Alternative Energy – How the Power Grid Is Adapting and Why It Is Happening Now
While alternative energy can be good for the environment, the power grid must adapt to the transition to environmentally friendly energy sources and become a “smart” grid to handle the variability of a diverse renewable energy portfolio.
The smart grid is called the internet of things. Each “thing” in the smart grid is an appliance like an air conditioner, a controlling device like a programmable thermostat or motor control center or power source like a solar cell. Renewable energy sources communicate real time power generation information to utilities. While the theory of a smart grid has existed for more than a couple of decades, only recently it is becoming a reality.
Why Is the Smart Grid Now a Possibility?
There are several reasons why the smart grid is being rolled out en masse now although the technology has existed for a decade. The primary reasons pushing the smart grid are the economies of scale that now make a smart grid affordable, the adoption of renewable energy as its cost per kilowatt comes down, and the computing infrastructure required to run smart grids now up and running.
Economies of Scale
Networking the entire power grid requires a huge number of sensors. As wireless technology has exploded, the cost of individual wireless communication devices has come down low enough that we can consider installing millions of them across the power grid and in appliances as a standard feature. Smart grid sensors use the same cheap communication components as cell phones, often using similar batteries as well. By leveraging the cost savings yielded by the economies of scale for producing millions of cell phones and PDAs per month, smart grid infrastructure is now affordable enough to be practical and in practically everything that uses more than a sip of power.
Renewables Require a Smart Grid
Renewable energy demands tighter power grid monitoring and immediate corrections to handle. Solar power production is greatest in the afternoon, when people tend to use the most power. However, it produces little power in the winter though people need energy to stay warm. Wind power peaks at sunrise and sunset, when there is relatively little demand. Adding more renewable power onto the power grid multiplies the variability of the power supply. When renewable power from local sources suddenly drops due to a thunderstorm blocking the sun, the power grid must compensate by either pulling power from batteries or turning on natural gas power plants.
This is why Spain’s solar power and wind power drive caused a horrific economic slump; they discovered that for every megawatt of renewable energy they put in, they had to install an equal capacity of natural gas or oil burning power generation which was then rarely used. Spain had to build twice as many power plants while using the more expensive renewable power plants most of the time.
The United States is not facing this debacle because it is shifting to natural gas. Renewable energy sources that are good for the environment are coming on line slowly across the grid, while the investors still receive a return on their investment because the natural gas plants are still used in some capacity all of the time. However, as more renewable power sources come on line, more back up power generators will have to be added and kept in sync with the renewable energy supply. And a smart grid is the only way to handle many small, personal renewable energy projects that provide most of a consumer’s power but must alternate between accepting locally produced power and delivering power when renewable sources fall short.

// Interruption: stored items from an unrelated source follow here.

package raster

import (
	"context"
	"fmt"
	"iter"
	"sync"

	"bandfold/tiles"
)

// Int16Tile is a window of a stack read by an Int16Reader, as ReadInt16
// reads it: the value of band b at pixel i (pixels row by row, n =
// Tile.Pixels()) is X[b·n+i] + Shift[b], Valid[i] says whether the pixel
// is valid and Count is the number of valid pixels. Its buffers belong to
// the reader: the caller may change them until it hands the tile back
// with Release. Shift is shared by every tile of the reader and must not
// be changed.
type Int16Tile struct {
	Tile  tiles.Tile
	X     []int16
	Valid []bool
	Count int
	Shift []int32
}

// Int16Reader reads windows of a stack band-sequentially into int16 (see
// ReadInt16) on a goroutine of its own (tiles.Prefetch), up to a depth of
// windows ahead of their use, so that the reads of the next windows
// overlap the arithmetic on the current one. Like a Reader it owns one
// GDAL dataset handle per file and is used by one goroutine (its reads
// happen on another, one at a time); make one per worker.
type Int16Reader struct {
	r     *Reader
	pf    *tiles.Prefetch[*Int16Tile]
	shift []int32
	depth int
}

// NewInt16Reader opens the stack's files for an Int16Reader that reads up
// to depth windows (1 or 2 are enough to hide the arithmetic behind the
// reads) ahead of those taken. It panics if the stack's bands do not fit
// int16 (Int16Shifts reports whether they do) or depth is negative.
func (s *Stack) NewInt16Reader(depth int) (*Int16Reader, error) {
	shift, ok := s.Int16Shifts()
	if !ok || depth < 0 {
		panic(fmt.Sprintf("raster: int16 reader of depth %d (bands fit: %v)", depth, ok))
	}
	r, err := s.NewReader()
	if err != nil {
		return nil, err
	}
	ir := &Int16Reader{r: r, shift: shift, depth: depth}
	ir.pf = tiles.NewPrefetch(depth, ir.fetch)
	return ir, nil
}

// int16Buffers holds the buffers of the tiles handed back to any
// Int16Reader, for the next read of any: a worker that reads many dates in
// turn, one reader each, holds the buffers of the tiles it uses rather than
// one per reader (on ten 7-band dates in 512 x 512 tiles, 35 MiB less for
// each worker).
var int16Buffers sync.Pool // of *int16Buffer

type int16Buffer struct {
	x     []int16
	valid []bool
}

// fetch reads window t into it (a new tile when nil), on the prefetch
// goroutine, in buffers handed back by any reader where there are some.
func (ir *Int16Reader) fetch(t tiles.Tile, it *Int16Tile) (*Int16Tile, error) {
	if it == nil {
		it = &Int16Tile{Shift: ir.shift}
	}
	if it.X == nil {
		if b, ok := int16Buffers.Get().(*int16Buffer); ok {
			it.X, it.Valid = b.x, b.valid
		}
	}
	n := t.Pixels()
	it.Tile, it.X, it.Valid = t, grow(it.X, n*len(ir.shift)), grow(it.Valid, n)
	var err error
	it.Count, err = ir.r.ReadInt16(t, it.X, it.Valid)
	return it, err
}

// Ahead asks for window t to be read, after the windows asked for before
// it; Read takes them in that order. A worker of tiles.Run that
// implements tiles.Lookahead forwards its Ahead calls here (mapping a
// scan's tile to its window of a stack, with a halo, as needed).
func (ir *Int16Reader) Ahead(t tiles.Tile) { ir.pf.Ahead(t) }

// Read returns window t: the first one asked for by Ahead and not yet
// read, once its read is done, or, when none waits, t read now. Errors
// name the file and the window (ReadInt16's); ctx ending first returns
// ctx.Err(). Hand the tile back with Release. It panics if another
// window was asked for first.
func (ir *Int16Reader) Read(ctx context.Context, t tiles.Tile) (*Int16Tile, error) {
	it, err := ir.pf.Get(ctx, t)
	if err != nil {
		ir.Release(it)
		return nil, err
	}
	return it, nil
}

// Release hands a tile back to the reader for a later read to reuse, its
// buffers to any reader's; nil is ignored.
func (ir *Int16Reader) Release(it *Int16Tile) {
	if it == nil {
		return
	}
	if it.X != nil {
		int16Buffers.Put(&int16Buffer{it.X, it.Valid})
		it.X, it.Valid = nil, nil
	}
	ir.pf.Release(it)
}

// Tiles reads the windows ts in order, each asked for depth windows before
// it is yielded, and yields each with a nil error; a tile is released when
// the loop body returns (copy what must outlive it). After a failed read
// it yields the error and stops. Breaking off early takes the windows
// already asked for, so the reader stays usable.
func (ir *Int16Reader) Tiles(ctx context.Context, ts []tiles.Tile) iter.Seq2[*Int16Tile, error] {
	return func(yield func(*Int16Tile, error) bool) {
		asked, taken := 0, 0
		defer func() {
			for _, t := range ts[taken:asked] {
				it, _ := ir.pf.Get(context.Background(), t)
				ir.Release(it)
			}
		}()
		for i, t := range ts {
			for ; asked < min(len(ts), i+1+ir.depth); asked++ {
				ir.pf.Ahead(ts[asked])
			}
			it, err := ir.Read(ctx, t)
			taken = i + 1
			if err != nil {
				yield(nil, err)
				return
			}
			more := yield(it, nil)
			ir.Release(it)
			if !more {
				return
			}
		}
	}
}

// Close stops reading ahead, waiting for a read under way, and closes the
// stack's files.
func (ir *Int16Reader) Close() error {
	ir.pf.Close()
	return ir.r.Close()
}
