package raster

import (
	"path/filepath"
	"testing"

	"bandfold/tiles"
)

// TestSignedByteRoundTrip: codes -128..127 written as SignedByte (GDAL
// 3.6's Byte with PIXELTYPE=SIGNEDBYTE) with nodata -128 and a band scale
// read back as code x scale, the nodata pixel invalid, under every
// compression BestCompression may pick (known by construction: integer
// codes are stored exactly).
func TestSignedByteRoundTrip(t *testing.T) {
	dir := t.TempDir()
	src, err := Open([]string{defaultRaster().write(t, filepath.Join(dir, "in.tif"))})
	if err != nil {
		t.Fatal(err)
	}
	for _, compress := range []string{"DEFLATE", BestCompression()} {
		out := filepath.Join(dir, compress+".tif")
		nd := -128.0
		spec := Spec{Grid: src.Grid, Bands: 2, DataType: SignedByte, NoData: &nd, Compress: compress,
			Scales: []float64{0.5, 2}, Offsets: []float64{0, 0}}
		o, err := Create(out, spec)
		if err != nil {
			t.Fatal(err)
		}
		tl := tiles.Tile{W: src.Width, H: src.Height}
		buf := make([]float64, tl.Pixels()*2)
		for i := range buf {
			buf[i] = float64(i%255 - 127) // -127..127
		}
		buf[0], buf[1] = nd, nd // pixel 0 is nodata
		if err := o.Write(tl, buf); err != nil {
			t.Fatal(err)
		}
		if err := o.Commit(); err != nil {
			t.Fatal(err)
		}
		s, err := Open([]string{out})
		if err != nil {
			t.Fatal(err)
		}
		if s.Bands[0].DataType != SignedByte {
			t.Errorf("%s: read as %s, want %s", compress, s.Bands[0].DataType, SignedByte)
		}
		got, valid, n := readAll(t, s)
		if valid[0] || n != tl.Pixels()-1 {
			t.Errorf("%s: nodata pixel valid %v, %d valid pixels", compress, valid[0], n)
		}
		for i := 2; i < len(buf); i++ {
			if want := buf[i] * spec.Scales[i%2]; got[i] != want {
				t.Fatalf("%s: value %d read %v, want %v", compress, i, got[i], want)
			}
		}
	}
}
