package raster

import (
	"slices"
	"strconv"
	"strings"

	"github.com/airbusgeo/godal"
)

// Wavelength is a band's centre wavelength and full width at half maximum
// in nanometres (0 when unknown). An output band's are written in GDAL's
// convention for imagery: the IMAGERY-domain items CENTRAL_WAVELENGTH_UM
// and FWHM_UM, in micrometres, which GDAL's own drivers (ENVI, Sentinel-2,
// ...) fill and GDAL-based tools read; not the default-domain wavelength,
// fwhm and wavelength_units of ENVI headers, which bandfold still reads.
type Wavelength struct {
	CentreNM, FWHMNM float64
}

// imageryDomain is GDAL's metadata domain for imagery.
const imageryDomain = "IMAGERY"

// set writes w into band b's IMAGERY domain; an unknown value is left out.
func (w Wavelength) set(b godal.Band) error {
	for _, item := range []struct {
		key string
		nm  float64
	}{{"CENTRAL_WAVELENGTH_UM", w.CentreNM}, {"FWHM_UM", w.FWHMNM}} {
		if !(item.nm > 0) {
			continue
		}
		um := strconv.FormatFloat(item.nm/1000, 'g', 12, 64)
		if err := b.SetMetadata(item.key, um, godal.Domain(imageryDomain), errLogger); err != nil {
			return err
		}
	}
	return nil
}

// bandWavelength reads a band's centre wavelength and full width at half
// maximum, in nanometres (0 when unknown), from its GDAL metadata: the
// IMAGERY-domain items CENTRAL_WAVELENGTH_UM and FWHM_UM (GDAL's standard
// for imagery, in micrometres), else the default-domain items wavelength,
// fwhm and wavelength_units that GDAL's ENVI driver (and other
// header-plus-binary formats) reports, with units "nm", "um" or their
// spelled-out forms ("Nanometers", "Micrometers"); without a unit, a value
// below 100 is taken as micrometres, as no band centre is a fraction of a
// micrometre in nanometres.
func bandWavelength(b godal.Band) (centre, fwhm float64) {
	if c, ok := metaFloat(b, "CENTRAL_WAVELENGTH_UM", imageryDomain); ok && c > 0 {
		w, _ := metaFloat(b, "FWHM_UM", imageryDomain)
		return c * 1000, w * 1000
	}
	c, ok := metaFloat(b, "wavelength", "")
	if !ok || !(c > 0) {
		return 0, 0
	}
	w, _ := metaFloat(b, "fwhm", "")
	f := unitFactor(b.Metadata("wavelength_units"), c)
	return c * f, w * f
}

// metaFloat reads a numeric metadata item of b in domain (the default one
// when empty).
func metaFloat(b godal.Band, key, domain string) (float64, bool) {
	var v string
	if domain == "" {
		v = b.Metadata(key)
	} else {
		v = b.Metadata(key, godal.Domain(domain))
	}
	f, err := strconv.ParseFloat(strings.TrimSpace(v), 64)
	if err != nil || f != f {
		return 0, false
	}
	return f, true
}

// unitFactor turns a wavelength_units item into a factor to nanometres.
func unitFactor(unit string, v float64) float64 {
	switch strings.ToLower(strings.TrimSpace(unit)) {
	case "nm", "nanometer", "nanometers", "nanometre", "nanometres":
		return 1
	case "um", "µm", "micrometer", "micrometers", "micrometre", "micrometres", "micron", "microns":
		return 1000
	case "mm", "millimeter", "millimeters":
		return 1e6
	}
	if v < 100 {
		return 1000
	}
	return 1
}

// auxWavelengths fills in the wavelengths of the bands of the local file
// path that have none from the .aux.xml beside it, where bandfold keeps a
// COG's (Output.keepWavelengths). A file without one is not opened again.
func auxWavelengths(path string, bands []Band) {
	if IsVirtual(path) || !slices.ContainsFunc(bands, func(b Band) bool { return !(b.WavelengthNM > 0) }) {
		return
	}
	if _, ok := AuxSidecar(path); !ok {
		return
	}
	ds, err := openWithAux(path)
	if err != nil {
		return
	}
	defer ds.Close(errLogger)
	for i, b := range ds.Bands() {
		if i < len(bands) && !(bands[i].WavelengthNM > 0) {
			bands[i].WavelengthNM, bands[i].FWHMNM = bandWavelength(b)
		}
	}
}

// Wavelengths returns the centre wavelengths of the stack's bands in
// nanometres, or nil unless every band has one.
func (s *Stack) Wavelengths() []float64 {
	out := make([]float64, len(s.Bands))
	for i, b := range s.Bands {
		if !(b.WavelengthNM > 0) {
			return nil
		}
		out[i] = b.WavelengthNM
	}
	return out
}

The smart grid generates massive amounts of information. Thanks to data analysis and data reporting tools pioneered by companies like Google, utilities have the ability to compare one utility customer’s date against his or her neighbors, report on each person’s prior day’s usage and relate this to the previous day’s temperature outside. More importantly, this information can be relayed to the user through utility websites or displayed on the home’s thermostat. Some consumers have signed up for emailed notices and warnings when they use more power than average or their pre-selected quota.

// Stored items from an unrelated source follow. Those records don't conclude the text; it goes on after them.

package raster

import (
	"errors"
	"fmt"
	"math"
	"os"
	"path/filepath"
	"strings"

	"github.com/airbusgeo/godal"
)

// Sentinel errors callers may branch on. Errors returned by this package wrap
// them and name the file concerned.
var (
	ErrNotFound     = errors.New("no such file")
	ErrNotRaster    = errors.New("not a raster GDAL can read")
	ErrGridMismatch = errors.New("grids differ")
	ErrBandRange    = errors.New("band out of range")
)

// Grid is the pixel grid of a raster: its size, geotransform and CRS.
type Grid struct {
	Width, Height int
	// GeoTransform maps pixel (col, row) to georeferenced (x, y) as GDAL
	// does; HasGeoTransform is false when the file carries none.
	GeoTransform    [6]float64
	HasGeoTransform bool
	// Projection is the CRS as WKT, empty when the file has none.
	Projection string
}

// Band describes one selected band of a stack.
type Band struct {
	// Name is the band description, or "<file stem>:<band number>".
	Name string
	// Path and Index locate the band: its file and 1-based number there.
	Path     string
	Index    int
	DataType string
	// NoData is the value that marks an invalid pixel, nil when none.
	NoData *float64
	// Scale and Offset turn stored values into physical ones:
	// value = stored * Scale + Offset.
	Scale, Offset float64
}

// Stack is one logical p-band image made of one multiband file or several
// files stacked in order, all on one grid. It holds descriptions only; read
// it through a Reader, one per goroutine.
type Stack struct {
	Grid
	Paths []string
	Bands []Band
	// BlockW and BlockH are the internal block size of the first band,
	// which tile sizes are aligned to.
	BlockW, BlockH int
	// Masks are optional validity mask files (same grid; a pixel is valid
	// only where every mask is non-zero).
	Masks []string
	// Metadata is the first file's dataset metadata (default domain).
	Metadata map[string]string
	// runs group selected bands that can be read with one call: positions
	// pos..pos+len(bands)-1 of the pixel vector come from the 0-based bands
	// of one file.
	runs []run
}

type run struct {
	file  int
	pos   int
	bands []int
}

type openOptions struct {
	bands  []int
	nodata []float64
	masks  []string
}

// Option configures Open.
type Option func(*openOptions)

// SelectBands keeps the given 1-based bands of the stacked image, in that
// order. Nil or empty keeps every band.
func SelectBands(bands []int) Option { return func(o *openOptions) { o.bands = bands } }

// NoData overrides the files' nodata: one value for all selected bands, or
// one per selected band.
func NoData(values []float64) Option { return func(o *openOptions) { o.nodata = values } }

// Mask adds a validity mask file on the stack's grid; non-zero means valid.
// Several masks combine: a pixel must be valid in all of them.
func Mask(path string) Option { return func(o *openOptions) { o.masks = append(o.masks, path) } }

// IsVirtual reports whether path is one of GDAL's virtual file system paths
// (/vsizip/, /vsicurl/, /vsis3/, /vsimem/ ...).
func IsVirtual(path string) bool { return strings.HasPrefix(path, "/vsi") }

// openDataset opens path read-only with a clear, file-naming error.
func openDataset(path string) (*godal.Dataset, error) {
	if !IsVirtual(path) {
		fi, err := os.Stat(path)
		switch {
		case errors.Is(err, os.ErrNotExist):
			return nil, fmt.Errorf("%s: %w", path, ErrNotFound)
		case err != nil:
			return nil, fmt.Errorf("%s: %w", path, err)
		case fi.IsDir():
			return nil, fmt.Errorf("%s: is a folder: %w", path, ErrNotRaster)
		}
	}
	ds, err := godal.Open(path, godal.RasterOnly(), errLogger)
	if err != nil {
		return nil, fmt.Errorf("%s: %w (%s)", path, ErrNotRaster, firstLine(err.Error()))
	}
	if len(ds.Bands()) == 0 {
		ds.Close(errLogger)
		return nil, fmt.Errorf("%s: has no raster bands: %w", path, ErrNotRaster)
	}
	return ds, nil
}

func firstLine(s string) string {
	s, _, _ = strings.Cut(strings.TrimSpace(s), "\n")
	return s
}

func gridOf(ds *godal.Dataset) Grid {
	st := ds.Structure()
	g := Grid{Width: st.SizeX, Height: st.SizeY, Projection: ds.Projection()}
	if gt, err := ds.GeoTransform(errLogger); err == nil {
		g.GeoTransform, g.HasGeoTransform = gt, true
	}
	return g
}

// Compare returns nil when g and o are the same grid: same size, geotransforms
// equal to 1e-9 relative (of the pixel size for the offsets and rotation
// terms), and the same CRS by GDAL's comparison. Otherwise the error says
// what differs and wraps ErrGridMismatch.
func (g Grid) Compare(o Grid) error {
	if g.Width != o.Width || g.Height != o.Height {
		return fmt.Errorf("size %dx%d against %dx%d: %w", o.Width, o.Height, g.Width, g.Height, ErrGridMismatch)
	}
	if g.HasGeoTransform != o.HasGeoTransform {
		return fmt.Errorf("one has a geotransform, the other none: %w", ErrGridMismatch)
	}
	if g.HasGeoTransform {
		scale := max(math.Abs(g.GeoTransform[1]), math.Abs(g.GeoTransform[5]), math.Abs(g.GeoTransform[2]), math.Abs(g.GeoTransform[4]))
		for i := range 6 {
			a, b := g.GeoTransform[i], o.GeoTransform[i]
			tol := 1e-9 * max(math.Abs(a), math.Abs(b), scale)
			if math.Abs(a-b) > tol {
				return fmt.Errorf("geotransform %v against %v: %w", o.GeoTransform, g.GeoTransform, ErrGridMismatch)
			}
		}
	}
	same, err := sameCRS(g.Projection, o.Projection)
	if err != nil {
		return err
	}
	if !same {
		return fmt.Errorf("CRS %s against %s: %w", crsName(o.Projection), crsName(g.Projection), ErrGridMismatch)
	}
	return nil
}

func sameCRS(a, b string) (bool, error) {
	if a == "" || b == "" {
		return a == b, nil
	}
	if a == b {
		return true, nil
	}
	sa, err := godal.NewSpatialRefFromWKT(a, errLogger)
	if err != nil {
		return false, fmt.Errorf("read CRS: %w", err)
	}
	defer sa.Close()
	sb, err := godal.NewSpatialRefFromWKT(b, errLogger)
	if err != nil {
		return false, fmt.Errorf("read CRS: %w", err)
	}
	defer sb.Close()
	return sa.IsSame(sb), nil
}

// crsName gives a short name for a WKT CRS for error messages.
func crsName(wkt string) string {
	if wkt == "" {
		return "(none)"
	}
	if _, rest, ok := strings.Cut(wkt, `"`); ok {
		if name, _, ok := strings.Cut(rest, `"`); ok {
			return fmt.Sprintf("%q", name)
		}
	}
	return "(unnamed)"
}

// Open opens the files of a stack, checks that they share one grid, applies
// the band selection and nodata overrides and, when asked, checks the mask.
// Any GDAL-readable path works, virtual ones included.
func Open(paths []string, opts ...Option) (*Stack, error) {
	if len(paths) == 0 {
		return nil, errors.New("no input image")
	}
	var o openOptions
	for _, opt := range opts {
		opt(&o)
	}
	s := &Stack{Paths: paths, Masks: o.masks}
	var all []Band
	var fileOf []int
	for i, p := range paths {
		ds, err := openDataset(p)
		if err != nil {
			return nil, err
		}
		g := gridOf(ds)
		if i == 0 {
			s.Grid = g
			st := ds.Structure()
			s.BlockW, s.BlockH = st.BlockSizeX, st.BlockSizeY
			s.Metadata = ds.Metadatas()
		} else if err := s.Grid.Compare(g); err != nil {
			ds.Close(errLogger)
			return nil, fmt.Errorf("%s is not on the grid of %s: %w", p, paths[0], err)
		}
		for j, b := range ds.Bands() {
			all = append(all, describeBand(p, j+1, b))
			fileOf = append(fileOf, i)
		}
		if err := ds.Close(errLogger); err != nil {
			return nil, fmt.Errorf("%s: %w", p, err)
		}
	}

	sel := o.bands
	if len(sel) == 0 {
		sel = make([]int, len(all))
		for i := range sel {
			sel[i] = i + 1
		}
	}
	for _, n := range sel {
		if n < 1 || n > len(all) {
			return nil, fmt.Errorf("%s: band %d selected but the stack has %d bands: %w", strings.Join(paths, ", "), n, len(all), ErrBandRange)
		}
		s.addBand(all[n-1], fileOf[n-1])
	}

	switch len(o.nodata) {
	case 0:
	case 1, len(s.Bands):
		for i := range s.Bands {
			v := o.nodata[min(i, len(o.nodata)-1)]
			s.Bands[i].NoData = &v
		}
	default:
		return nil, fmt.Errorf("nodata: %d values given for %d bands (give one, or one per band): %w", len(o.nodata), len(s.Bands), ErrBadSpec)
	}

	for _, m := range o.masks {
		ds, err := openDataset(m)
		if err != nil {
			return nil, fmt.Errorf("mask %w", err)
		}
		g := gridOf(ds)
		ds.Close(errLogger)
		if err := s.Grid.Compare(g); err != nil {
			return nil, fmt.Errorf("mask %s is not on the grid of %s: %w", m, paths[0], err)
		}
	}
	return s, nil
}

func describeBand(path string, index int, b godal.Band) Band {
	out := Band{Path: path, Index: index, DataType: b.Structure().DataType.String()}
	if nd, ok := b.NoData(); ok {
		out.NoData = &nd
	}
	out.Scale, out.Offset = bandScaleOffset(b)
	out.Name = strings.TrimSpace(b.Description())
	if out.Name == "" {
		out.Name = fmt.Sprintf("%s:%d", Stem(path), index)
	}
	return out
}

// Stem is a file name without folders and extension ("a/b/scene.tif" ->
// "scene"); for GDAL virtual paths the last element is used.
func Stem(path string) string {
	base := filepath.Base(path)
	return strings.TrimSuffix(base, filepath.Ext(base))
}

// Len returns the number of selected bands of the stack.
func (s *Stack) Len() int { return len(s.Bands) }

// EPSG returns the WKT of the CRS with the given EPSG code.
func EPSG(code int) (string, error) {
	sr, err := godal.NewSpatialRefFromEPSG(code, errLogger)
	if err != nil {
		return "", fmt.Errorf("EPSG:%d: %w", code, err)
	}
	defer sr.Close()
	return sr.WKT(errLogger)
}

// addBand appends band b of file f to the stack, extending the last read
// run when b follows it in the same file.
func (s *Stack) addBand(b Band, f int) {
	s.Bands = append(s.Bands, b)
	pos := len(s.Bands) - 1
	idx := b.Index - 1 // godal counts bands from 0
	if k := len(s.runs) - 1; k >= 0 && s.runs[k].file == f && s.runs[k].pos+len(s.runs[k].bands) == pos {
		s.runs[k].bands = append(s.runs[k].bands, idx)
	} else {
		s.runs = append(s.runs, run{file: f, pos: pos, bands: []int{idx}})
	}
}

// Subset returns a stack of the same files and masks holding only the bands
// at the given 0-based positions of s.Bands, in that order.
func (s *Stack) Subset(positions []int) (*Stack, error) {
	sub := &Stack{Grid: s.Grid, Paths: s.Paths, BlockW: s.BlockW, BlockH: s.BlockH, Masks: s.Masks, Metadata: s.Metadata}
	fileOf := map[string]int{}
	for i, p := range s.Paths {
		fileOf[p] = i
	}
	for _, pos := range positions {
		if pos < 0 || pos >= len(s.Bands) {
			return nil, fmt.Errorf("%s: band %d selected but the stack has %d bands: %w", strings.Join(s.Paths, ", "), pos+1, len(s.Bands), ErrBandRange)
		}
		b := s.Bands[pos]
		sub.addBand(b, fileOf[b.Path])
	}
	return sub, nil
}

Other users have signed up for discount programs where they are notified of power system overloads and paid to turn off devices and bring down their power consumption. Some utility customers are receiving rewards for shifting power consumption to non-peak times like early morning and late at night. Using low cost cloud computing and data analysis tools based on those pioneered by Google, utilities now have the ability to record power usage of consumers minute by minute and reward those who lower their usage when the utility asks them to do so. Conservation is good for consumers and the environment, but it must be balanced by consumers’ needs; in depth data analysis helps companies and consumers reach a reasonable balance before rolling blackouts hit.